WORK TO COMPLETE:
Every entry, from first to last, is to be retyped without any alteration.

Items from a dataset:
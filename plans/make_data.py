"""Write the invented example data in plans/data/ (deterministic: fixed seeds).

Every data set here is made up for demonstrations; none comes from a real study. Run from
anywhere:

    python plans/make_data.py

Each file is produced by its own generator seeded with a fixed number, so changing one data
set leaves the others byte-identical.
"""

from __future__ import annotations

import csv
import math
from pathlib import Path

import numpy as np

HERE = Path(__file__).resolve().parent / "data"


def _write(name: str, header: list[str], rows: list[list[object]]) -> None:
    HERE.mkdir(parents=True, exist_ok=True)
    with open(HERE / name, "w", newline="", encoding="utf-8") as handle:
        writer = csv.writer(handle, lineterminator="\n")
        writer.writerow(header)
        writer.writerows(rows)


def _lognormal(rng: np.random.Generator, mean: float, cv: float, size: int) -> np.ndarray:
    # arithmetic mean and coefficient of variation -> parameters of log(x)
    sigma2 = math.log1p(cv * cv)
    return rng.lognormal(math.log(mean) - sigma2 / 2, math.sqrt(sigma2), size)


def hatchery_vibrio_counts() -> None:
    """Vibrio colonies per plate from shrimp larval tanks under four probiotic regimes."""
    rng = np.random.default_rng(20270101)
    means = {"none": 240.0, "bacillus_low": 150.0, "bacillus_high": 90.0, "lactobacillus": 130.0}
    dispersion = 0.15  # variance = mean + dispersion * mean**2
    rows, tank = [], 0
    for regime, mu in means.items():
        size = 1.0 / dispersion
        for count in rng.negative_binomial(size, size / (size + mu), 6):
            tank += 1
            rows.append([f"T{tank:02d}", regime, int(count)])
    _write("hatchery-vibrio-counts.csv", ["tank", "regime", "vibrio_cfu"], rows)


def seed_priming_germination() -> None:
    """Fraction of 50 seeds germinated per dish after four priming treatments."""
    rng = np.random.default_rng(20270202)
    probabilities = {"unprimed": 0.70, "hydro": 0.76, "kno3": 0.84, "peg": 0.80}
    rows, dish = [], 0
    for treatment, p in probabilities.items():
        for germinated in rng.binomial(50, p, 8):
            dish += 1
            rows.append([f"D{dish:02d}", treatment, f"{germinated / 50:.2f}"])
    _write("seed-priming-germination.csv", ["dish", "treatment", "germinated_fraction"], rows)


def tablet_coating_thickness() -> None:
    """Film-coat thickness of one tablet per pan load, current spray setting and three new."""
    rng = np.random.default_rng(20270303)
    means = {"current": 62.0, "setting_a": 63.5, "setting_b": 59.0, "setting_c": 62.5}
    rows, load = [], 0
    for setting, mu in means.items():
        for value in rng.normal(mu, 2.4, 8):
            load += 1
            rows.append([f"P{load:03d}", setting, f"{value:.1f}"])
    _write("tablet-coating-thickness.csv", ["pan_load", "setting", "thickness_um"], rows)


def soil_remediation_metals() -> None:
    """Lead, zinc and cadmium in soil cores from plots under four remediation methods."""
    rng = np.random.default_rng(20270404)
    methods = {
        #                lead   zinc  cadmium (arithmetic means, mg/kg)
        "untreated": (420.0, 610.0, 1.10),
        "phytoextraction": (350.0, 470.0, 0.70),
        "soil_washing": (210.0, 330.0, 0.40),
        "stabilisation": (400.0, 580.0, 0.95),
    }
    limit = 0.2  # reporting limit for cadmium
    rows, core = [], 0
    for method, (lead, zinc, cadmium) in methods.items():
        pb = _lognormal(rng, lead, 0.45, 6)
        zn = _lognormal(rng, zinc, 0.40, 6)
        cd = _lognormal(rng, cadmium, 0.80, 6)
        for i in range(6):
            core += 1
            cd_text = f"<{limit:g}" if cd[i] < limit else f"{cd[i]:.2f}"
            rows.append([f"C{core:02d}", method, f"{pb[i]:.0f}", f"{zn[i]:.0f}", cd_text])
    _write(
        "soil-remediation-metals.csv",
        ["core", "method", "lead_mg_kg", "zinc_mg_kg", "cadmium_mg_kg"],
        rows,
    )


def trout_feed_additive() -> None:
    """Weight gain per tank of rainbow trout fed four doses of a feed additive for 8 weeks."""
    rng = np.random.default_rng(20270505)
    groups = {"dose_0": (182.0, 9.0), "dose_0.5": (188.0, 10.0), "dose_1": (195.0, 12.0),
              "dose_2": (193.0, 20.0)}
    rows, tank = [], 0
    for diet, (mu, sd) in groups.items():
        for value in rng.normal(mu, sd, 5):
            tank += 1
            rows.append([f"R{tank:02d}", diet, f"{value:.1f}"])
    _write("trout-feed-additive.csv", ["tank", "diet", "weight_gain_g"], rows)


def compost_heating_time() -> None:
    """Hours for a compost windrow to reach 55 °C under four aeration schedules.

    The spread grows faster than the mean (about as the mean to the power 1.5), which a
    Box-Cox power near -0.5 evens out: values are drawn as y = (1 + lam x)^(1/lam), lam =
    -0.5, with x normal on that scale.
    """
    rng = np.random.default_rng(20270609)
    lam = -0.5
    medians = {"passive": 62.0, "turned_weekly": 44.0, "forced_low": 36.0, "forced_high": 30.0}
    rows, pile = [], 0
    for schedule, median in medians.items():
        centre = (median ** lam - 1.0) / lam
        for x in rng.normal(centre, 0.036, 10):
            pile += 1
            rows.append([f"W{pile:02d}", schedule, f"{(1.0 + lam * x) ** (1.0 / lam):.1f}"])
    _write("compost-heating-time.csv", ["windrow", "aeration", "hours_to_55c"], rows)


def main() -> None:
    hatchery_vibrio_counts()
    seed_priming_germination()
    tablet_coating_thickness()
    soil_remediation_metals()
    trout_feed_additive()
    compost_heating_time()


if __name__ == "__main__":
    main()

TASK ANSWER:
filename plans/make_data.py
"""Write the invented example data in plans/data/ (deterministic: fixed seeds).

Every data set here is made up for demonstrations; none comes from a real study. Run from
anywhere:

    python plans/make_data.py

Each file is produced by its own generator seeded with a fixed number, so changing one data
set leaves the others byte-identical.
"""

from __future__ import annotations

import csv
import math
from pathlib import Path

import numpy as np

HERE = Path(__file__).resolve().parent / "data"


def _write(name: str, header: list[str], rows: list[list[object]]) -> None:
    HERE.mkdir(parents=True, exist_ok=True)
    with open(HERE / name, "w", newline="", encoding="utf-8") as handle:
        writer = csv.writer(handle, lineterminator="\n")
        writer.writerow(header)
        writer.writerows(rows)


def _lognormal(rng: np.random.Generator, mean: float, cv: float, size: int) -> np.ndarray:
    # arithmetic mean and coefficient of variation -> parameters of log(x)
    sigma2 = math.log1p(cv * cv)
    return rng.lognormal(math.log(mean) - sigma2 / 2, math.sqrt(sigma2), size)


def hatchery_vibrio_counts() -> None:
    """Vibrio colonies per plate from shrimp larval tanks under four probiotic regimes."""
    rng = np.random.default_rng(20270101)
    means = {"none": 240.0, "bacillus_low": 150.0, "bacillus_high": 90.0, "lactobacillus": 130.0}
    dispersion = 0.15  # variance = mean + dispersion * mean**2
    rows, tank = [], 0
    for regime, mu in means.items():
        size = 1.0 / dispersion
        for count in rng.negative_binomial(size, size / (size + mu), 6):
            tank += 1
            rows.append([f"T{tank:02d}", regime, int(count)])
    _write("hatchery-vibrio-counts.csv", ["tank", "regime", "vibrio_cfu"], rows)


def seed_priming_germination() -> None:
    """Fraction of 50 seeds germinated per dish after four priming treatments."""
    rng = np.random.default_rng(20270202)
    probabilities = {"unprimed": 0.70, "hydro": 0.76, "kno3": 0.84, "peg": 0.80}
    rows, dish = [], 0
    for treatment, p in probabilities.items():
        for germinated in rng.binomial(50, p, 8):
            dish += 1
            rows.append([f"D{dish:02d}", treatment, f"{germinated / 50:.2f}"])
    _write("seed-priming-germination.csv", ["dish", "treatment", "germinated_fraction"], rows)


def tablet_coating_thickness() -> None:
    """Film-coat thickness of one tablet per pan load, current spray setting and three new."""
    rng = np.random.default_rng(20270303)
    means = {"current": 62.0, "setting_a": 63.5, "setting_b": 59.0, "setting_c": 62.5}
    rows, load = [], 0
    for setting, mu in means.items():
        for value in rng.normal(mu, 2.4, 8):
            load += 1
            rows.append([f"P{load:03d}", setting, f"{value:.1f}"])
    _write("tablet-coating-thickness.csv", ["pan_load", "setting", "thickness_um"], rows)


def soil_remediation_metals() -> None:
    """Lead, zinc and cadmium in soil cores from plots under four remediation methods."""
    rng = np.random.default_rng(20270404)
    methods = {
        #                lead   zinc  cadmium (arithmetic means, mg/kg)
        "untreated": (420.0, 610.0, 1.10),
        "phytoextraction": (350.0, 470.0, 0.70),
        "soil_washing": (210.0, 330.0, 0.40),
        "stabilisation": (400.0, 580.0, 0.95),
    }
    limit = 0.2  # reporting limit for cadmium
    rows, core = [], 0
    for method, (lead, zinc, cadmium) in methods.items():
        pb = _lognormal(rng, lead, 0.45, 6)
        zn = _lognormal(rng, zinc, 0.40, 6)
        cd = _lognormal(rng, cadmium, 0.80, 6)
        for i in range(6):
            core += 1
            cd_text = f"<{limit:g}" if cd[i] < limit else f"{cd[i]:.2f}"
            rows.append([f"C{core:02d}", method, f"{pb[i]:.0f}", f"{zn[i]:.0f}", cd_text])
    _write(
        "soil-remediation-metals.csv",
        ["core", "method", "lead_mg_kg", "zinc_mg_kg", "cadmium_mg_kg"],
        rows,
    )


def trout_feed_additive() -> None:
    """Weight gain per tank of rainbow trout fed four doses of a feed additive for 8 weeks."""
    rng = np.random.default_rng(20270505)
    groups = {"dose_0": (182.0, 9.0), "dose_0.5": (188.0, 10.0), "dose_1": (195.0, 12.0),
              "dose_2": (193.0, 20.0)}
    rows, tank = [], 0
    for diet, (mu, sd) in groups.items():
        for value in rng.normal(mu, sd, 5):
            tank += 1
            rows.append([f"R{tank:02d}", diet, f"{value:.1f}"])
    _write("trout-feed-additive.csv", ["tank", "diet", "weight_gain_g"], rows)


def compost_heating_time() -> None:
    """Hours for a compost windrow to reach 55 °C under four aeration schedules.

    The spread grows faster than the mean (about as the mean to the power 1.5), which a
    Box-Cox power near -0.5 evens out: values are drawn as y = (1 + lam x)^(1/lam), lam =
    -0.5, with x normal on that scale.
    """
    rng = np.random.default_rng(20270609)
    lam = -0.5
    medians = {"passive": 62.0, "turned_weekly": 44.0, "forced_low": 36.0, "forced_high": 30.0}
    rows, pile = [], 0
    for schedule, median in medians.items():
        centre = (median ** lam - 1.0) / lam
        for x in rng.normal(centre, 0.036, 10):
            pile += 1
            rows.append([f"W{pile:02d}", schedule, f"{(1.0 + lam * x) ** (1.0 / lam):.1f}"])
    _write("compost-heating-time.csv", ["windrow", "aeration", "hours_to_55c"], rows)


def main() -> None:
    hatchery_vibrio_counts()
    seed_priming_germination()
    tablet_coating_thickness()
    soil_remediation_metals()
    trout_feed_additive()
    compost_heating_time()


if __name__ == "__main__":
    main()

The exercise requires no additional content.